Preferred dividend yield is 4% plus that can grow, with duration risk lower than the Aggregate Bond Market Index. I think they will become more in demand given income tax rates hikes for high income earners. Many preferred dividends are qualified and taxed at a lower rate than bond interest income. On qualified dividends, most preferred shareholders owe only 15%.

I still like Treasury inflation-linked bonds (TIPS) over Treasury bonds due to higher inflation expectations. TIPS have no credit risk and would outperform Treasuries given inflation stays elevated.

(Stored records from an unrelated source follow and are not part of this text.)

/**
 * Person-to-rectangle angle factors against the ISO 7726:1998 Annex C
 * analytical relation (Fanger's diagrams in closed form):
 *   F = Fmax·(1 − exp(−(a/c)/τ))·(1 − exp(−(b/c)/γ)), τ = A + B·a/c, γ = C + D·b/c + E·a/c.
 * The relation and its constants are coded here separately from the library.
 *
 * Provenance of the constants: FROM MEMORY — not read in ISO 7726 or the
 * original paper (no copy was available); the checks below therefore test
 * that the library implements the relation and its decomposition rules
 * faithfully, not that the constants are right.
 */
import { describe, expect, it } from "vitest";
import { personToRectangle, type Vec3 } from "@/lib/viewfactor";

/** ISO 7726:1998 Annex C constants table (from memory): [Fmax, A, B, C, D, E]. */
const TABLE = {
  seated: {
    vertical: [0.118, 1.216, 0.169, 0.717, 0.087, 0.052],
    horizontal: [0.116, 1.396, 0.13, 0.951, 0.08, 0.055],
  },
  standing: {
    vertical: [0.12, 1.242, 0.167, 0.616, 0.082, 0.051],
    horizontal: [0.116, 1.595, 0.128, 1.226, 0.046, 0.044],
  },
} as const;

type Posture = keyof typeof TABLE;
type Orientation = "vertical" | "horizontal";

/** The published relation for a rectangle with a corner opposite the person. */
function relation(posture: Posture, orientation: Orientation, aOverC: number, bOverC: number): number {
  const [fMax, A, B, C, D, E] = TABLE[posture][orientation];
  const tau = A + B * aOverC;
  const gamma = C + D * bOverC + E * aOverC;
  return fMax * (1 - Math.exp(-aOverC / tau)) * (1 - Math.exp(-bOverC / gamma));
}

const POSTURES: readonly Posture[] = ["seated", "standing"];
const CENTRE_HEIGHT_M: Record<Posture, number> = { seated: 0.6, standing: 1.0 };

/** (a, b, c) in m for corner-opposite checks. */
const ABC: ReadonlyArray<readonly [number, number, number]> = [
  [1, 1, 1],
  [0.5, 2, 1.5],
  [3, 0.4, 0.8],
  [4, 2.1, 2],
  [0.2, 0.2, 3],
  [10, 5, 1],
];

/** A vertical rectangle of horizontal side a (along plan direction φ) and vertical side b, with its lower corner at `corner`. */
function wall(corner: Vec3, phiRad: number, a: number, b: number): Vec3[] {
  const [ux, uy] = [Math.cos(phiRad), Math.sin(phiRad)];
  const [x, y, z] = corner;
  return [
    [x, y, z],
    [x + a * ux, y + a * uy, z],
    [x + a * ux, y + a * uy, z + b],
    [x, y, z + b],
  ];
}

describe("personToRectangle at corner-opposite positions equals the ISO 7726 Annex C relation (1e-9)", () => {
  it("has rows", () => {
    expect(ABC.length).toBeGreaterThan(0);
  });
  for (const posture of POSTURES) {
    for (const [a, b, c] of ABC) {
      for (const phi of [0, 0.6, 2.3]) {
        it(`${posture}, vertical wall in plan direction ${phi} rad: a=${a}, b=${b}, c=${c}`, () => {
          // Person at distance c in front of the wall's lower-left corner, at the corner's height.
          const corner: Vec3 = [1, 2, CENTRE_HEIGHT_M[posture]];
          const n: Vec3 = [-Math.sin(phi), Math.cos(phi), 0];
          const person: Vec3 = [corner[0] + c * n[0], corner[1] + c * n[1], corner[2]];
          const rect = wall(corner, phi, a, b);
          const expected = relation(posture, "vertical", a / c, b / c);
          expect(Math.abs(personToRectangle({ position: person, posture }, rect) - expected)).toBeLessThanOrEqual(1e-9);
          // Reversed winding and a different start vertex describe the same wall.
          const reversed = [...rect].reverse();
          const rotated = [rect[2], rect[3], rect[0], rect[1]] as Vec3[];
          expect(Math.abs(personToRectangle({ position: person, posture }, reversed) - expected)).toBeLessThanOrEqual(1e-9);
          expect(Math.abs(personToRectangle({ position: person, posture }, rotated) - expected)).toBeLessThanOrEqual(1e-9);
        });
      }
      it(`${posture}, wall extending DOWN from the corner opposite the person (same relation): a=${a}, b=${b}, c=${c}`, () => {
        const top: Vec3 = [0, 0, 2.5];
        const rect = wall([0, 0, 2.5 - b], 0, a, b);
        const person: Vec3 = [0, c, top[2]];
        const expected = relation(posture, "vertical", a / c, b / c);
        expect(Math.abs(personToRectangle({ position: person, posture }, rect) - expected)).toBeLessThanOrEqual(1e-9);
      });
      for (const phi of [0, 1.1]) {
        it(`${posture}, horizontal rectangle (ceiling above, floor below, rotated ${phi} rad in plan): a=${a}, b=${b}, c=${c}`, () => {
          const [ux, uy] = [Math.cos(phi), Math.sin(phi)];
          const person: Vec3 = [2, -1, CENTRE_HEIGHT_M[posture]];
          // A horizontal rectangle: the library averages both labellings of its sides (the person turns
          // about the vertical axis, so neither side is the standard's "a"); each labelling alone is
          // within 0.003 of the average.
          const at = (z: number): Vec3[] => [
            [person[0], person[1], z],
            [person[0] + a * ux, person[1] + a * uy, z],
            [person[0] + a * ux - b * uy, person[1] + a * uy + b * ux, z],
            [person[0] - b * uy, person[1] + b * ux, z],
          ];
          const expected = 0.5 * (relation(posture, "horizontal", a / c, b / c) + relation(posture, "horizontal", b / c, a / c));
          expect(Math.abs(personToRectangle({ position: person, posture }, at(person[2] + c)) - expected)).toBeLessThanOrEqual(1e-9);
          expect(Math.abs(personToRectangle({ position: person, posture }, at(person[2] - c)) - expected)).toBeLessThanOrEqual(1e-9);
          expect(Math.abs(personToRectangle({ position: person, posture }, at(person[2] + c)) - relation(posture, "horizontal", a / c, b / c))).toBeLessThanOrEqual(0.005);
        });
      }
    }
  }
});

describe("ISO 7726 Annex C decomposition into rectangles with a corner at the foot of the perpendicular", () => {
  const posture: Posture = "seated";
  const person: Vec3 = [1.2, 1.5, 0.6];

  it("foot inside a wall: the result is the sum of the four quadrant rectangles of the relation", () => {
    // Wall in the plane y = 0, x ∈ [0, 4], z ∈ [0, 2.7]; foot at (1.2, 0, 0.6), c = 1.5.
    const rect = wall([0, 0, 0], 0, 4, 2.7);
    const c = 1.5;
    const quadrants =
      relation(posture, "vertical", 1.2 / c, 0.6 / c) +
      relation(posture, "vertical", 2.8 / c, 0.6 / c) +
      relation(posture, "vertical", 1.2 / c, 2.1 / c) +
      relation(posture, "vertical", 2.8 / c, 2.1 / c);
    expect(Math.abs(personToRectangle({ position: person, posture }, rect) - quadrants)).toBeLessThanOrEqual(1e-12);
  });

  it("foot inside a wall: the library agrees with itself over the four quadrant sub-walls", () => {
    const whole = personToRectangle({ position: person, posture }, wall([0, 0, 0], 0, 4, 2.7));
    const parts =
      personToRectangle({ position: person, posture }, wall([0, 0, 0], 0, 1.2, 0.6)) +
      personToRectangle({ position: person, posture }, wall([1.2, 0, 0], 0, 2.8, 0.6)) +
      personToRectangle({ position: person, posture }, wall([0, 0, 0.6], 0, 1.2, 2.1)) +
      personToRectangle({ position: person, posture }, wall([1.2, 0, 0.6], 0, 2.8, 2.1));
    expect(Math.abs(whole - parts)).toBeLessThanOrEqual(1e-12);
  });

  it("foot outside sideways: a panel beside the foot is the larger rectangle minus the overhang", () => {
    // Panel x ∈ [2, 3.5], z ∈ [0.6, 1.8] on the wall y = 0; foot at x = 1.2, z = 0.6.
    const c = 1.5;
    const direct = relation(posture, "vertical", 2.3 / c, 1.2 / c) - relation(posture, "vertical", 0.8 / c, 1.2 / c);
    const panel = wall([2, 0, 0.6], 0, 1.5, 1.2);
    expect(direct).toBeGreaterThan(0);
    expect(Math.abs(personToRectangle({ position: person, posture }, panel) - direct)).toBeLessThanOrEqual(1e-12);
  });

  it("foot outside diagonally: a high panel off to the side is the signed sum of four corner rectangles", () => {
    // Panel x ∈ [2, 3.5], z ∈ [1.5, 2.5]; foot at x = 1.2, z = 0.6.
    const c = 1.5;
    const f = (x: number, y: number): number => relation(posture, "vertical", x / c, y / c);
    const direct = f(2.3, 1.9) - f(0.8, 1.9) - f(2.3, 0.9) + f(0.8, 0.9);
    const panel = wall([2, 0, 1.5], 0, 1.5, 1.0);
    expect(direct).toBeGreaterThan(0);
    expect(Math.abs(personToRectangle({ position: person, posture }, panel) - direct)).toBeLessThanOrEqual(1e-12);
  });

  it("foot outside a ceiling panel: signed sum of four corner rectangles (horizontal constants)", () => {
    // Ceiling panel x ∈ [2, 3], y ∈ [3, 5] at z = 2.7; person at (1.2, 1.5, 0.6): c = 2.1.
    const c = 2.1;
    // Mean of both labellings of the sides (see the horizontal case above).
    const f = (x: number, y: number): number => 0.5 * (relation(posture, "horizontal", x / c, y / c) + relation(posture, "horizontal", y / c, x / c));
    const direct = f(1.8, 3.5) - f(0.8, 3.5) - f(1.8, 1.5) + f(0.8, 1.5);
    const panel: Vec3[] = [[2, 3, 2.7], [3, 3, 2.7], [3, 5, 2.7], [2, 5, 2.7]];
    expect(Math.abs(personToRectangle({ position: person, posture }, panel) - direct)).toBeLessThanOrEqual(1e-12);
  });
});

describe("the six faces of a closed 5 × 4 × 2.7 m room sum to ≈ 1 (ISO 7726 Annex C: Σ F_p−i = 1; the fit closes within 0.06)", () => {
  const [L, W, H] = [5, 4, 2.7];
  const faces: Vec3[][] = [
    [[0, 0, 0], [L, 0, 0], [L, W, 0], [0, W, 0]],
    [[0, 0, H], [L, 0, H], [L, W, H], [0, W, H]],
    wall([0, 0, 0], 0, L, H),
    wall([0, W, 0], 0, L, H),
    wall([0, 0, 0], Math.PI / 2, W, H),
    wall([L, 0, 0], Math.PI / 2, W, H),
  ];
  const positions: ReadonlyArray<readonly [number, number]> = [
    [2.5, 2],
    [1, 1],
    [0.5, 3.5],
    [4.5, 0.4],
    [3.7, 2.9],
    [0.3, 0.3],
  ];
  it("has positions", () => {
    expect(positions.length).toBeGreaterThan(0);
  });
  for (const posture of POSTURES) {
    for (const [x, y] of positions) {
      it(`${posture} person at (${x}, ${y})`, () => {
        const position: Vec3 = [x, y, CENTRE_HEIGHT_M[posture]];
        const factors = faces.map((f) => personToRectangle({ position, posture }, f));
        for (const f of factors) expect(f).toBeGreaterThan(0);
        const sum = factors.reduce((s, f) => s + f, 0);
        expect(Math.abs(sum - 1)).toBeLessThanOrEqual(0.06);
        // Floor + ceiling: horizontal constants give a sensible share (neither face dominates absurdly).
        const horizontal = (factors[0] as number) + (factors[1] as number);
        expect(horizontal).toBeGreaterThan(0.15);
        expect(horizontal).toBeLessThan(0.75);
      });
    }
  }
});

describe("large-rectangle limit of the relation", () => {
  for (const posture of POSTURES) {
    for (const orientation of ["vertical", "horizontal"] as const) {
      it(`${posture}/${orientation}: a 200c × 200c corner rectangle approaches Fmax to within 0.005`, () => {
        const fMax = TABLE[posture][orientation][0];
        const c = 1;
        const rect: Vec3[] =
          orientation === "vertical"
            ? wall([0, 0, CENTRE_HEIGHT_M[posture]], 0, 200, 200)
            : [[0, 1, CENTRE_HEIGHT_M[posture] + c], [200, 1, CENTRE_HEIGHT_M[posture] + c], [200, 201, CENTRE_HEIGHT_M[posture] + c], [0, 201, CENTRE_HEIGHT_M[posture] + c]];
        const person: Vec3 = orientation === "vertical" ? [0, c, CENTRE_HEIGHT_M[posture]] : [0, 1, CENTRE_HEIGHT_M[posture]];
        expect(Math.abs(personToRectangle({ position: person, posture }, rect) - fMax)).toBeLessThanOrEqual(0.005);
      });
    }
  }
});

I am gradually moving from non-investment grade to investment grade over the next quarters. Credit spreads remain near cyclical lows. Distress ratios and default risks are none threatening. Yet, it is time to move away from non-investment grade securities based on their all-time high prices. The percent of high yield bonds trading over 1,000 basis points at an all-time low. Eighty-five percent of them have a negative real yield! Non-investment grade bonds are unattractive at current price level, no risk premium for credit risk and liquidity risks. Lastly, the lower the yield, the lower the return that investors can expect from their bonds going forward.